§ Provided data:
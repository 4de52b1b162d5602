/**
 * A machine upload with a declared length (the request's Content-Length) streams into the store as
 * one PUT: the stored bytes are the file's, and a body shorter or longer than declared fails with
 * its reason, the upload marked failed and no object left behind for a retry to misread.
 */
import { createHash } from 'node:crypto';
import { Readable } from 'node:stream';
import { eq } from 'drizzle-orm';
import { beforeAll, expect, it } from 'vitest';
import { db } from '~/server/db/client';
import { sites, uploads } from '~/server/db/schema';
import { objectSize, objectStream } from '~/server/storage';
import { receiveApiUpload } from '~/server/services/uploads';
import { describeIntegration } from '../support/integration';

let siteId: string;
const body = Buffer.from('Time,LT.PT-1\n2026-01-05 00:00:00,4.5\n2026-01-05 00:01:00,4.6\n');

async function stored(key: string): Promise<Buffer> {
  const parts: Buffer[] = [];
  for await (const c of await objectStream(key)) parts.push(c as Buffer);
  return Buffer.concat(parts);
}

/** The body in two chunks, as a network stream gives it. */
const streamOf = (b: Buffer) => Readable.from([b.subarray(0, 20), b.subarray(20)]);

describeIntegration('machine uploads with a declared length', () => {
  beforeAll(async () => {
    const [s] = await db().insert(sites).values({ name: `Upload length site ${Date.now()}`, timeZone: 'UTC' }).returning();
    siteId = s!.id;
  });

  it('stores exactly the bytes sent, with and without a declared length, and hashes them', async () => {
    for (const size of [body.length, undefined]) {
      const { uploadId } = await receiveApiUpload(siteId, `len-${size ?? 'none'}.csv`, streamOf(body), {}, size);
      const [u] = await db().select().from(uploads).where(eq(uploads.id, uploadId));
      expect(u!.sizeBytes).toBe(body.length);
      expect(u!.sha256).toBe(createHash('sha256').update(body).digest('hex'));
      expect((await stored(u!.objectKey)).equals(body)).toBe(true);
    }
  });

  it.each([
    ['shorter', body.length + 50, /ended after \d+ of the \d+ bytes/],
    ['longer', body.length - 10, /more than the \d+ bytes its Content-Length declared/],
  ])('a body %s than declared fails with its reason and leaves no object', async (label, declared, reason) => {
    const name = `${label}-${Date.now()}.csv`;
    await expect(receiveApiUpload(siteId, name, streamOf(body), {}, declared)).rejects.toThrow(reason);
    const [u] = await db().select().from(uploads).where(eq(uploads.fileName, name));
    expect(u!.status).toBe('failed');
    expect(u!.failureReason).toMatch(reason);
    expect(await objectSize(u!.objectKey)).toBeNull();
  });
});
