/**
 * Server-level fuzz: a few hundred hostile exports posted through the token API (the guard and the
 * /api/v1 files endpoint, with a site token) and read by the real worker handlers. Every upload ends
 * in a final state with a catalogued reason when it stops; nothing impossible is stored; the good
 * data stored before is unchanged. FUZZ_SERVER_FILES (default 200) and FUZZ_SEED tune the run.
 */
import { and, asc, eq, inArray, sql } from 'drizzle-orm';
import fc from 'fast-check';
import { beforeAll, expect, it } from 'vitest';
import { hostileExport } from '../../fuzz/ingest-cases';
import { INGEST_ERROR_CATALOGUE } from '~/lib/ingest/errors';
import { POST as postFile } from '~/pages/api/v1/sites/[siteId]/files';
import { GET as getUpload } from '~/pages/api/v1/uploads/[uploadId]';
import { db } from '~/server/db/client';
import { sites, tagHours, tags, uploads } from '~/server/db/schema';
import { guard } from '~/server/guard';
import { queue } from '~/server/queue';
import { issueApiToken } from '~/server/tokens';
import { registerHandlers } from '~/worker/handlers';
import { describeIntegration } from '../support/integration';

let siteId: string;
let secret: string;

/** One request through the guard and the endpoint, as the server runs them. */
async function call(method: string, path: string, params: Record<string, string>, handler: (ctx: never) => Response | Promise<Response>, body?: Uint8Array, headers: Record<string, string> = {}) {
  const url = new URL(`http://127.0.0.1${path}`);
  const request = new Request(url, { method, body: body as BodyInit | undefined, headers: { authorization: `Bearer ${secret}`, 'content-type': 'text/csv', ...headers }, duplex: 'half' } as RequestInit);
  const locals = {} as App.Locals;
  const ctx = { request, url, params, locals, redirect: (p: string, s = 302) => new Response(null, { status: s, headers: { location: p } }) };
  return guard(ctx, async () => handler(ctx as never));
}

async function snapshotGood() {
  const rows = await db()
    .select({ hour: tagHours.hourStart, mean: tagHours.mean, min: tagHours.min, max: tagHours.max, samples: tagHours.samples, flags: tagHours.flags })
    .from(tagHours)
    .innerJoin(tags, eq(tags.seq, tagHours.tagId))
    .where(and(eq(tags.siteId, siteId), eq(tags.name, 'GOODTAG.PT-1')))
    .orderBy(asc(tagHours.hourStart));
  return rows.map((r) => ({ ...r, hour: r.hour.toISOString() }));
}

describeIntegration('hostile exports through the token API', () => {
  beforeAll(async () => {
    const [s] = await db().insert(sites).values({ name: `Token fuzz site ${Date.now()}`, timeZone: 'Europe/Berlin' }).returning();
    siteId = s!.id;
    secret = (await issueApiToken({ siteId, name: 'fuzz', role: 'operator', createdBy: null })).secret;
    await registerHandlers(await queue());
  });

  it('each upload ends read or stopped with a catalogued reason; the good data stored before is unchanged', async () => {
    // Good data first, in a tag and at times the fuzzed files never name.
    const good = ['Time,GOODTAG.PT-1', ...Array.from({ length: 180 }, (_, i) => `${new Date(Date.UTC(2025, 0, 15) + i * 60_000).toISOString().slice(0, 19).replace('T', ' ')},${(40 + (i % 9) / 10).toFixed(1)}`)].join('\n') + '\n';
    const first = await call('POST', `/api/v1/sites/${siteId}/files`, { siteId }, postFile as never, new TextEncoder().encode(good), { 'x-file-name': 'good.csv' });
    expect(first.status).toBe(202);
    const goodId = ((await first.json()) as { uploadId: string }).uploadId;
    for (let t0 = Date.now(); ; ) {
      const [u] = await db().select().from(uploads).where(eq(uploads.id, goodId));
      if (u!.status === 'done') break;
      expect(['queued', 'processing']).toContain(u!.status);
      if (Date.now() - t0 > 30_000) throw new Error('good file not read');
      await new Promise((r) => setTimeout(r, 100));
    }
    const before = await snapshotGood();
    expect(before.length).toBe(3);

    // A name with a NUL byte answers 400 with the error shape.
    const nul = await call('POST', `/api/v1/sites/${siteId}/files?name=${encodeURIComponent('a\u0000b.csv')}`, { siteId }, postFile as never, new TextEncoder().encode(good));
    expect(nul.status).toBe(400);
    expect(((await nul.json()) as { error: { code: string } }).error.code).toBe('VALIDATION_FAILED');

    const n = Number(process.env.FUZZ_SERVER_FILES ?? 200);
    const seed = process.env.FUZZ_SEED ? Number(process.env.FUZZ_SEED) : Date.now() % 2 ** 31;
    const files = fc.sample(hostileExport, { numRuns: n, seed });
    const ids: string[] = [];
    for (const [k, bytes] of files.entries()) {
      const res = await call('POST', `/api/v1/sites/${siteId}/files`, { siteId }, postFile as never, bytes, { 'x-file-name': `fuzz-${k}.csv` });
      expect(res.status, `seed ${seed} file ${k}`).toBe(202);
      ids.push(((await res.json()) as { uploadId: string }).uploadId);
    }
    // Every upload reaches a final state (read, read with problems, stopped, or waiting for a person).
    const FINAL = ['done', 'read-with-problems', 'failed', 'needs-review'];
    const t0 = Date.now();
    let rows: (typeof uploads.$inferSelect)[] = [];
    for (;;) {
      rows = await db().select().from(uploads).where(inArray(uploads.id, ids));
      if (rows.every((u) => FINAL.includes(u.status))) break;
      if (Date.now() - t0 > 20 * 60_000) throw new Error(`seed ${seed}: uploads still ${rows.filter((u) => !FINAL.includes(u.status)).map((u) => `${u.fileName} ${u.status}`).join(', ')}`);
      await new Promise((r) => setTimeout(r, 250));
    }
    const counts: Record<string, number> = {};
    for (const u of rows) {
      const code = u.summary?.code;
      const key = u.status === 'failed' ? `failed ${code}` : u.duplicateOf ? 'done (repeat)' : u.status;
      counts[key] = (counts[key] ?? 0) + 1;
      if (u.status === 'failed') {
        // A file problem has its catalogued code and a reason; never 'a reason outside the file'.
        expect(code && code in INGEST_ERROR_CATALOGUE, `seed ${seed} ${u.fileName}: ${u.failureReason}`).toBe(true);
        expect(u.failureReason).not.toMatch(/outside the file/);
      }
      if (u.status === 'read-with-problems') {
        // Read, but a tag lost more than half its values: the summary says which, in words.
        expect((u.summary as { problems?: string | null }).problems ?? '', `seed ${seed} ${u.fileName}`).toMatch(/\S/);
      }
      if (u.status === 'done' && !u.duplicateOf) {
        const s = u.summary as { values: number; perTag: { notNumbers: number; impossible: number }[] };
        const bad = s.perTag.reduce((a, t) => a + t.notNumbers + t.impossible, 0);
        expect(bad, `seed ${seed} ${u.fileName}: most values rejected yet done`).toBeLessThanOrEqual(s.values + bad);
        expect(bad <= 0.5 * (s.values + bad), `seed ${seed} ${u.fileName}`).toBe(true);
        expect(u.finishedAt!.getTime()).toBeGreaterThanOrEqual(u.startedAt!.getTime());
      }
    }
    console.log(`[token-fuzz] seed ${seed}: ${n} files: ${JSON.stringify(counts)}`);

    // Nothing impossible and nothing outside the site's window was stored.
    const worst = (
      await db().execute<{ worst: number | null; last: Date | null }>(
        sql`select max(greatest(abs(th.max), abs(th.min), abs(th.mean))) as worst, max(th.hour_start) as last from tag_hours th join tags t on t.seq = th.tag_id where t.site_id = ${siteId}`,
      )
    ).rows[0]!;
    expect(Number(worst.worst ?? 0)).toBeLessThanOrEqual(1e18);
    expect(new Date(worst.last!).getTime()).toBeLessThan(Date.now() + 2 * 86_400_000);

    // The good data is as it was.
    expect(await snapshotGood()).toEqual(before);

    // An upload's state answers through the token API too.
    const one = await call('GET', `/api/v1/uploads/${ids[0]}`, { uploadId: ids[0]! }, getUpload as never);
    expect(one.status).toBe(200);
  }, 30 * 60_000);
});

§ Your task: Copy out each line of the data that has the word "params" in it.

§ Worked solution:
async function call(method: string, path: string, params: Record<string, string>, handler: (ctx: never) => Response | Promise<Response>, body?: Uint8Array, headers: Record<string, string> = {}) {
  const ctx = { request, url, params, locals, redirect: (p: string, s = 302) => new Response(null, { status: s, headers: { location: p } }) };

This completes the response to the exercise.